I’m writing a function that constructs a symmetric sparse matrix. I’ve tried two implementations:
function version1(x::Vector{Date}, k::Function)
n = length(x)
mat = speye(Float64, n, n)
for i = 1:n
for j = 1:(i - 1)
w = Dates.value(x[i] - x[j])
w = k(w)
(w > 0.0) && (mat[j, i] = w)
end
end
return Symmetric(mat)
end
function version2(x::Vector{Date}, k::Function)
n = length(x)
idx₁ = Vector{Int}(1:n)
idx₂ = Vector{Int}(1:n)
val = fill(1.0, n)
for i = 1:n
for j = 1:(i - 1)
w = Dates.value(x[i] - x[j])
w = k(w)
if w > 0.0
push!(idx₁, j)
push!(idx₂, i)
push!(val, w)
end
end
end
return Symmetric(sparse(idx₁, idx₂, val))
end
I’ve tried them on both on a vector of 5400 dates.
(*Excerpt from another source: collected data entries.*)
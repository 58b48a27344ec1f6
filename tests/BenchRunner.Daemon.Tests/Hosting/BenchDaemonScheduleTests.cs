using BenchRunner.Core.Diagnostics;
using BenchRunner.Daemon.Settings;
using BenchRunner.Daemon.Tests.Support;
using BenchRunner.Storage;
using BenchRunner.Storage.Sqlite;
using BenchRunner.Core.Runs;

namespace BenchRunner.Daemon.Tests.Hosting;

public sealed class BenchDaemonScheduleTests
{
    [Fact]
    public async Task Schedule_RunLongerThanItsRhythm_IsHeldToItsTimeLimit_AndOverlappingRunsAreSkipped()
    {
        using var plans = new TempDirectory();
        var plan = plans.Write("drift.yaml", TestPlans.Vna("reference-drift", sweeps: 500, wait: "100 ms"));
        var schedule = new ScheduleSettings("drift", plan, TimeSpan.FromSeconds(1), TimeSpan.FromSeconds(3), SourceLocation.OfFile("test"));
        await using var rig = new DaemonRig(adjust: s => s with { Schedules = [schedule] });
        rig.Start();

        var first = await rig.WaitForFinishedAsync("reference-drift");

        Assert.Equal("schedule drift", first.Origin);
        Assert.Equal("stopped", first.Status);
        Assert.Contains("time limit of 3 s", first.Summary, StringComparison.Ordinal);
        // Due every second while the first run took three: those due runs were skipped, not queued.
        Assert.NotEmpty(rig.Log.Named("ScheduleSkipped"));
        Assert.DoesNotContain(rig.Daemon.Snapshot().Queue, j => j.Origin == "schedule drift");
        Assert.True(rig.Daemon.Snapshot().Schedules.Single().Skipped >= 1);
        Assert.NotEmpty(rig.Log.Named("TimeLimit"));

        await rig.StopAsync();
        using var store = SqliteResultStore.Open(rig.Settings.DatabasePath);
        var run = store.GetRun(first.RunId!.Value)!;
        Assert.Equal(RunStatus.Stopped, run.Status);
        // The run records that its time limit stopped it, not an operator.
        Assert.Equal("stopped: the time limit of 3 s was reached", run.ErrorMessage);
        Assert.NotEmpty(store.GetSweeps(run.Id));
    }
}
After an initial run for compilation, @time
gives: version1: 7.849785 seconds (48 allocations: 83.900 MiB); version2: 0.676957 seconds (75 allocations: 283.136 MiB, 24.15% gc time). These results are consistent across multiple runs.
Is there are a reason to prefer version1
? Are the memory savings worth the extra running time?